Among the entries below, how many lines include the word "most"? Reply with only the number.

(Stored data)
-*-*-

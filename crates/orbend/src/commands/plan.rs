//! `orbend plan`: what to compute next.

use orbend_report::{plan_document, plan_markdown, plan_text, qcschema_molecule, to_json};
use orbend_scan::reasons::{Distortions, HandOff, StartKind, usual_path};
use orbend_scan::shape::{Centre, ShapeRequest, ShapeVerdict};
use orbend_scan::{Request, ScanError, Sweep};
use orbend_structure::{Coordinate, write_xyz};

use super::geometry_text::geometry_text;
use super::route::{is_still, movement, route};
use super::sweep::in_pool;
use super::{provenance, resolve, text_options};
use crate::arguments::PlanArguments;
use crate::failure::Failure;
use crate::outputs::Outputs;
use crate::write::write_stdout;

pub(crate) fn run(arguments: &PlanArguments) -> Result<(), Failure> {
    let output = &arguments.output;
    let outputs = Outputs::check(&output.out, &["json", "md", "xyz", "qcschema.json"])?;
    let movement = movement(&arguments.coordinates)?;
    if movement.coordinates.len() > 1 && movement.route.is_none() {
        return Err(Failure::request("a grid has no path to plan along")
            .fix("give one coordinate; --with-bend, --with-stretch … move in step with it"));
    }
    let mut resolved = resolve(
        &arguments.geometry,
        movement.coordinates.clone(),
        &arguments.model,
        output.numbering,
    )?;
    let still = is_still(&movement, &arguments.coordinates, &resolved.geometry);
    let mut notes = Vec::new();
    if still {
        match usual_coordinate(&resolved.request) {
            Ok(coordinate) => resolved.request.coordinates = vec![coordinate],
            Err(reason) => notes.push(reason),
        }
    } else {
        resolved.request.route = route(
            &movement,
            &arguments.coordinates,
            &mut resolved.geometry,
            &arguments.model,
        )?;
    }
    let fail = |error: ScanError| Failure::scan(&error).within(&arguments.geometry);
    let (sweep, hand_off, distortions) = in_pool(arguments.jobs, || {
        let sweep = Sweep::run(resolved.request.plan()?)?;
        let verdicts = verdicts(&resolved.request);
        let hand_off = HandOff::new(&sweep, &verdicts)?;
        let distortions = distortions(&resolved.request, &hand_off)?;
        Ok::<_, ScanError>((sweep, hand_off, distortions))
    })?
    .map_err(fail)?;
    let mut provenance = provenance(&resolved.geometry, output.numbering);
    provenance
        .warnings
        .extend(notes.into_iter().map(|text| orbend_report::Warning {
            code: "no-path".to_owned(),
            text,
        }));
    let document = plan_document(&sweep, &hand_off, &distortions, &provenance)
        .map_err(|error| Failure::result(&error).within(&arguments.geometry))?;
    let options = text_options(output.numbering);
    outputs.write(|ending| {
        Ok(match ending {
            "json" => to_json(&document).map_err(Failure::document)?.into_bytes(),
            "md" => plan_markdown(&document, &options).into_bytes(),
            "qcschema.json" => {
                let molecule = &hand_off.starts[0].molecule;
                let unpaired = sweep.plan().electrons().unpaired();
                let molecule = qcschema_molecule(molecule, unpaired).map_err(Failure::document)?;
                to_json(&molecule).map_err(Failure::document)?.into_bytes()
            }
            _ => {
                let all = hand_off
                    .geometries(&sweep)
                    .map_err(|error| Failure::scan(&error))?;
                all.iter().map(write_xyz).collect::<String>().into_bytes()
            }
        })
    })?;
    if output.json {
        write_stdout(to_json(&document).map_err(Failure::document)?.as_bytes())
    } else {
        let start = geometry_text(&resolved.geometry, options.width);
        write_stdout((start + &plan_text(&document, &options)).as_bytes())
    }
}

/// The coordinate of the shape verdict: the bend or the pyramid at the only possible centre.
fn usual_coordinate(request: &Request) -> Result<Coordinate, String> {
    let (centre, motion) = Centre::find(&request.molecule, None).map_err(|error| {
        format!("no path was given and none is obvious, so this is about one geometry: {error}")
    })?;
    usual_path(&centre, motion).ok_or_else(|| {
        "no path was given and none is obvious, so this is about one geometry".to_owned()
    })
}

/// Of the first start geometry and of those of higher symmetry.
fn distortions(
    request: &Request,
    hand_off: &HandOff,
) -> Result<Vec<(usize, Distortions)>, ScanError> {
    let mut found = Vec::new();
    for (index, start) in hand_off.starts.iter().enumerate() {
        if index > 0 && start.kind != StartKind::HigherSymmetry {
            continue;
        }
        let mut request = request.clone();
        request.molecule = start.molecule.clone();
        request.configuration = None;
        if request.molecule.len() > 1 {
            found.push((index, Distortions::new(&request)?));
        }
    }
    Ok(found)
}

/// Verdicts of the charge asked for, then of one electron less and one more; empty where there is
/// no centre, without those that the electrons do not allow.
fn verdicts(request: &Request) -> Vec<ShapeVerdict> {
    let own = request.molecule.charge;
    let mut verdicts = Vec::new();
    for charge in [own, own + 1, own - 1] {
        let mut shape = ShapeRequest::new(request.clone());
        shape.flips = false;
        shape.request.route = orbend_scan::Route::Coordinates;
        shape.request.molecule.charge = charge;
        if charge != own {
            shape.request.molecule.unpaired = None;
            shape.request.configuration = None;
        }
        match shape.run() {
            Ok(verdict) => verdicts.push(verdict),
            Err(_) if charge == own => return Vec::new(),
            Err(_) => {}
        }
    }
    verdicts
}
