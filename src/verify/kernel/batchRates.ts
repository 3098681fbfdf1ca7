/**
 * Pointwise rates of many states by the SIMD kernel: the model's numbers at each state, filled in and run in batches. With
 * a declared rotation everything is at heading zero and the spin enters A: F = (A - psidot S) W + W (A - psidot S)^T - ...
 */
import { type ControlAffineModel, newModelPoint } from "../../model/controlAffine.js";
import type { DualMetricFile } from "../../nets/dualMetric.js";
import { featureSlope, featureValue } from "../../nets/features.js";
import { rangeAndNull } from "../../num/dense.js";
import { inputCorners } from "../corners.js";
import { rateKernel } from "./rateKernel.js";

/** points: count x d active coordinates, flat -> count rates, 1/s; -Infinity where the metric is not positive definite. */
export type BatchRates = (points: Float64Array) => Float64Array;

const BATCH = 512;

/** Null where the kernel does not apply: a constant metric, or a plant whose every state is actuated. */
export function batchRates(model: ControlAffineModel, file: DualMetricFile): BatchRates | null {
  const { n, m, p, active, rotation } = model;
  if (file.kind === "constant" || n <= m || active.length === 0) return null;
  const corners = inputCorners(m);
  const kernel = rateKernel({ n, m, w0: file.w0, mlp: file.mlp, corners }, BATCH);
  const point = newModelPoint(n, m, p);
  const z = new Float64Array(n);
  const { features } = file;
  const s = new Float64Array(features.length);
  const tangents = new Float64Array((m + 1) * features.length);
  const A = new Float64Array(corners.length * n * n);
  const P = new Float64Array(n * (n - m));
  const Q = new Float64Array(n * m);
  const work = new Float64Array(n * n + n * m + n);

  const along = (direction: number, i: number): number =>
    direction === 0 ? point.f[i]! : point.B[i * m + direction - 1]!;
  const fillJacobians = (): void => {
    corners.forEach((corner, c) => {
      const K = A.subarray(c * n * n, (c + 1) * n * n);
      K.set(point.dfdx);
      for (let j = 0; j < m; j++) for (let e = 0; e < n * n; e++) K[e]! += corner[j]! * point.dBdx[j * n * n + e]!;
      if (rotation === null) return;
      const { heading, headingHalf, position } = rotation;
      let psidot = along(0, heading);
      for (let j = 0; j < m; j++) psidot += corner[j]! * along(j + 1, heading);
      const [a, b] = position;
      K[b * n + a]! -= headingHalf * psidot;
      K[a * n + b]! += headingHalf * psidot;
    });
  };
  const setState = (at: number, coordinates: Float64Array): void => {
    model.embed(coordinates, z);
    model.evaluate(z, point);
    features.forEach((feature, f) => {
      s[f] = featureValue(feature, z[feature.state]!);
      const slope = featureSlope(feature, z[feature.state]!);
      for (let d = 0; d <= m; d++) tangents[d * features.length + f] = slope * along(d, feature.state);
    });
    fillJacobians();
    rangeAndNull(point.B, Q, P, n, m, work);
    kernel.set(at, s, tangents, A, P);
  };

  return (points) => {
    const d = active.length;
    const count = points.length / d;
    const rates = new Float64Array(count);
    for (let from = 0; from < count; from += BATCH) {
      const size = Math.min(BATCH, count - from);
      for (let i = 0; i < size; i++) setState(i, points.subarray((from + i) * d, (from + i + 1) * d));
      rates.set(kernel.run(size), from);
    }
    return rates.map((rate) => (Number.isNaN(rate) ? Number.NEGATIVE_INFINITY : rate));
  };
}
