import { beforeAll, describe, expect, it } from "vitest";
import { fittedModel } from "../../src/model/fittedModel.js";
import { type DualMetricFile, dualMetric } from "../../src/nets/dualMetric.js";
import { seededRandom } from "../../src/num/random.js";
import { type PlanCells, planCells } from "../../src/pipeline/planCells.js";
import type { LocalBounds } from "../../src/tube/planTube.js";
import { condition } from "../../src/verify/condition.js";
import { aloneIn, type ProofClaims } from "../../src/verify/proof/claims.js";
import { prove } from "../../src/verify/proof/prove.js";
import { handPlant } from "../verify/proofPlants.js";

// Everything varies over the box: the rate with x and v, the pushes against each other, the authority with B.
const plant = handPlant({
  states: { x: [-1, 1], v: [-1, 1] },
  inputs: { u: [-3, 3] },
  f: ["v * (1 + 0.2 * x)", "-x - v - 0.3 * x * x * x"],
  B: [["0"], ["1 + 0.3 * x"]],
  G: [
    ["0.5", "0"],
    ["1 + 0.5 * x", "1 - 0.5 * x"],
  ],
});
// W about [[1, -0.8], [-0.8, 2]] in the middle, larger to the right: 0.1 I + L L^T, L moved by tanh(x / 2)
const metric: DualMetricFile = {
  kind: "network",
  n: 2,
  w0: 0.1,
  features: [{ state: 0, map: "value", center: 0, half: 1 }],
  mlp: {
    layers: [
      { weights: [[0.5]], bias: [0] },
      { weights: [[0.1], [0], [0.15]], bias: [0.9487, -0.8433, 1.0903] },
    ],
  },
};
const certificate = { plant, residual: null, metric };
const wbar = [0.02, 0.03];
const here = condition(fittedModel(plant, null), dualMetric(certificate.metric));
/** Largest authority density on a grid of the whole box. */
function densest(rate: number): number {
  let most = 0;
  for (let i = 0; i <= 40; i++) {
    for (let j = 0; j <= 40; j++) {
      here.moveTo(Float64Array.of(i / 20 - 1, j / 20 - 1));
      most = Math.max(most, here.authorityDensity(rate));
    }
  }
  return most;
}
const claims: ProofClaims = {
  rate: 0.4,
  pushes: aloneIn(wbar).map((alone) => ({ wbar: alone, most: 1 })),
  spreads: [0, 1].map((state) => ({ direction: { kind: "state", state }, most: 3 })),
  authority: { rate: 0.3, most: 1.05 * densest(0.3) },
};
let cells: PlanCells;
beforeAll(async () => {
  const result = await prove(certificate, claims);
  expect(result.status).toBe("proved");
  cells = planCells(certificate, claims, result.leaves, [0, 1]);
});

const random = seededRandom(5);
const boxes = Array.from({ length: 40 }, () => {
  const centre = [random.uniform() - 0.5, random.uniform() - 0.5];
  const half = [0.3 * random.uniform(), 0.3 * random.uniform()];
  return {
    lower: Float64Array.from(centre, (c, i) => c - half[i]!),
    upper: Float64Array.from(centre, (c, i) => c + half[i]!),
  };
});
const alone = wbar.map((bound, c) => Float64Array.from(wbar, (_, i) => (i === c ? bound : 0)));

/** Worst found at random states of a box, by code that shares nothing with the proof. */
function sampled({ lower, upper }: (typeof boxes)[number], rate: number): LocalBounds {
  const worst = { rate: Number.POSITIVE_INFINITY, pushes: [0, 0], widths: [0, 0], authority: 0 };
  for (let k = 0; k < 60; k++) {
    here.moveTo(lower.map((low, i) => low + random.uniform() * (upper[i]! - low)));
    worst.rate = Math.min(worst.rate, here.rate().rate);
    worst.authority = Math.max(worst.authority, here.authorityDensity(rate));
    worst.pushes = worst.pushes.map((value, c) => Math.max(value, here.sigma(alone[c]!)));
    worst.widths = worst.widths.map((value, i) => Math.max(value, here.W[i * 3]!));
  }
  return { ...worst, spreads: worst.widths };
}

function covers(bounds: LocalBounds, found: LocalBounds): void {
  expect(bounds.rate).toBeLessThanOrEqual(found.rate);
  for (const name of ["pushes", "widths", "spreads"] as const)
    for (const [i, value] of found[name].entries()) expect(bounds[name][i]).toBeGreaterThanOrEqual(value * (1 - 1e-12));
  expect(bounds.authority).toBeGreaterThanOrEqual(found.authority * (1 - 1e-12));
}

describe("proved bounds around a plan", () => {
  it("cover every state of a box", () => {
    const authorities = boxes.map((box) => {
      const bounds = cells.local(box.lower, box.upper)!;
      covers(bounds, sampled(box, 0.3));
      return bounds.authority;
    });
    // and say more than the claim does
    expect(Math.min(...authorities)).toBeLessThan(0.8 * Math.max(...authorities));
  });

  it("cover every state of a box for a law of another rate", () => {
    const local = cells.localAt(0.45, 200);
    let shown = 0;
    for (const box of boxes) {
      const bounds = local(box.lower, box.upper);
      // only where the cells contract clearly faster must the authority have a bound
      if (bounds === null) expect(cells.local(box.lower, box.upper)!.rate).toBeLessThan(0.55);
      else covers(bounds, sampled(box, 0.45));
      if (bounds !== null) shown++;
    }
    expect(shown).toBeGreaterThan(10);
    // where the authority may be no larger than it ever is, nothing counts as proved
    expect(cells.localAt(0.45, 0.01)(boxes[0]!.lower, boxes[0]!.upper)).toBeNull();
  });

  it("get no better as a box grows, and are local", () => {
    const small = cells.local(Float64Array.of(-0.5, 0), Float64Array.of(-0.45, 0.05))!;
    const large = cells.local(Float64Array.of(-0.5, 0), Float64Array.of(0.5, 0.4))!;
    covers(large, small);
    expect(small.pushes[0]).toBeLessThan(0.85 * large.pushes[0]!);
    here.moveTo(Float64Array.of(-0.475, 0.025));
    for (const [c, bound] of small.pushes.entries()) expect(bound).toBeLessThan(1.1 * here.sigma(alone[c]!));
    for (const [i, width] of small.widths.entries()) {
      expect(width).toBeLessThan(1.1 * here.W[i * 3]!);
      expect(large.widths[i]!).toBeGreaterThan(1.05 * width);
    }
  });

  it("are none beyond the boxes of the proof", () => {
    expect(cells.local(Float64Array.of(1.5, 0), Float64Array.of(1.6, 0.1))).toBeNull();
    expect(cells.unproved(Float64Array.of(0, 0), Float64Array.of(0.1, 0.1))).toBeNull();
  });
});
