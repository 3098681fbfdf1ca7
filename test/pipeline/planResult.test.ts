import { describe, expect, it } from "vitest";
import { fittedModel } from "../../src/model/fittedModel.js";
import type { CertifiedTube } from "../../src/pipeline/certifyMetric.js";
import type { PlanContext } from "../../src/pipeline/planContext.js";
import { marginNames, planRows } from "../../src/pipeline/planResult.js";
import type { PlanTubeStep } from "../../src/tube/planTube.js";
import { ROVER } from "../plant/examples.js";
import { plantOf } from "../plant/reading.js";

const plant = plantOf(ROVER); // position's half-range 30 m, heading's 180 deg
const headingError = 0.1;
const W = [0.04, 0.09, 0.01, 0.25, 0.09, 0.04, 0.09];
const tube: CertifiedTube = {
  rate: 0.5,
  radius: 0.1,
  pushes: [0.03, 0.02],
  sigma: 0.05,
  authority: 0.3,
  authorityDensity: 6,
  claimedRate: 0.6,
  spreads: [
    { direction: { kind: "state", state: 0 }, value: W[0]! },
    { direction: { kind: "state", state: 1 }, value: W[1]! },
    { direction: { kind: "state", state: 2 }, value: W[2]! },
    { direction: { kind: "state", state: 3 }, value: W[3]! },
    { direction: { kind: "planar" }, value: W[4]! },
    { direction: { kind: "along", headingError }, value: W[5]! },
    { direction: { kind: "across", headingError }, value: W[6]! },
  ],
  headingError,
};

/** Two rows of two steps each. */
function rowsOf(radii: readonly number[]) {
  const steps = radii.map(
    (radius, k): PlanTubeStep => ({
      radius,
      sigma: 0.01 * (k + 1),
      authority: radius,
      bounds: { rate: 0.9 - 0.1 * k, pushes: [], widths: [], spreads: W, authority: 2 },
      lower: new Float64Array(1),
      upper: new Float64Array(1),
    }),
  );
  const context = {
    plant,
    model: fittedModel(plant, null),
    tube,
    plan: { time: Float64Array.of(3, 3.5, 4) },
    motion: { steps: new Array(4), sampleOf: [0, 0, 1, 1] },
  } as unknown as PlanContext;
  return planRows(context, { steps, end: null });
}

describe("rows of a tube along a plan", () => {
  it("are the worst of their steps, in the plant's units", () => {
    expect(marginNames(plant, tube).map(({ name, unit }) => `${name} ${unit}`)).toEqual([
      ...["px m", "py m", "heading deg", "speed m/s", "planar m", "along m", "across m"],
    ]);
    const [first, second] = rowsOf([0.02, 0.03, 0.025, 0.01]);
    expect(first).toMatchObject({ time: 3, until: 3.5, radius: 0.03, sigma: 0.02, authority: 0.03 });
    expect(first!.provedRate).toBeCloseTo(0.8, 12);
    expect(second).toMatchObject({ time: 3.5, until: 4, radius: 0.025, sigma: 0.04 });
    // R sqrt(c^T W c) times the half-range: 30 m, 180 deg, 0.9 m/s
    for (const [i, half] of [30, 30, 180, 0.9, 30, 30, 30].entries())
      expect(first!.margins[i]).toBeCloseTo(0.03 * Math.sqrt(W[i]!) * half, 12);
  });

  it("have no margin along and across where the heading may be further off than those cover", () => {
    // heading error = R sqrt(W_hh) pi: over 0.1 rad from R = 0.3183 on
    const [first, second] = rowsOf([0.318, 0.31, 0.3, 0.319]);
    expect(first!.margins.slice(5)).not.toContain(null);
    expect(second!.margins.slice(5)).toEqual([null, null]);
    expect(second!.margins[4]).toBeCloseTo(0.319 * 0.3 * 30, 12);
  });

  it("leave out a row that ends early", () => {
    expect(rowsOf([0.02, 0.03, 0.025])).toHaveLength(1);
    expect(rowsOf([0.02, 0.03])).toHaveLength(1);
  });
});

-*-*-

### Solution to the problem
6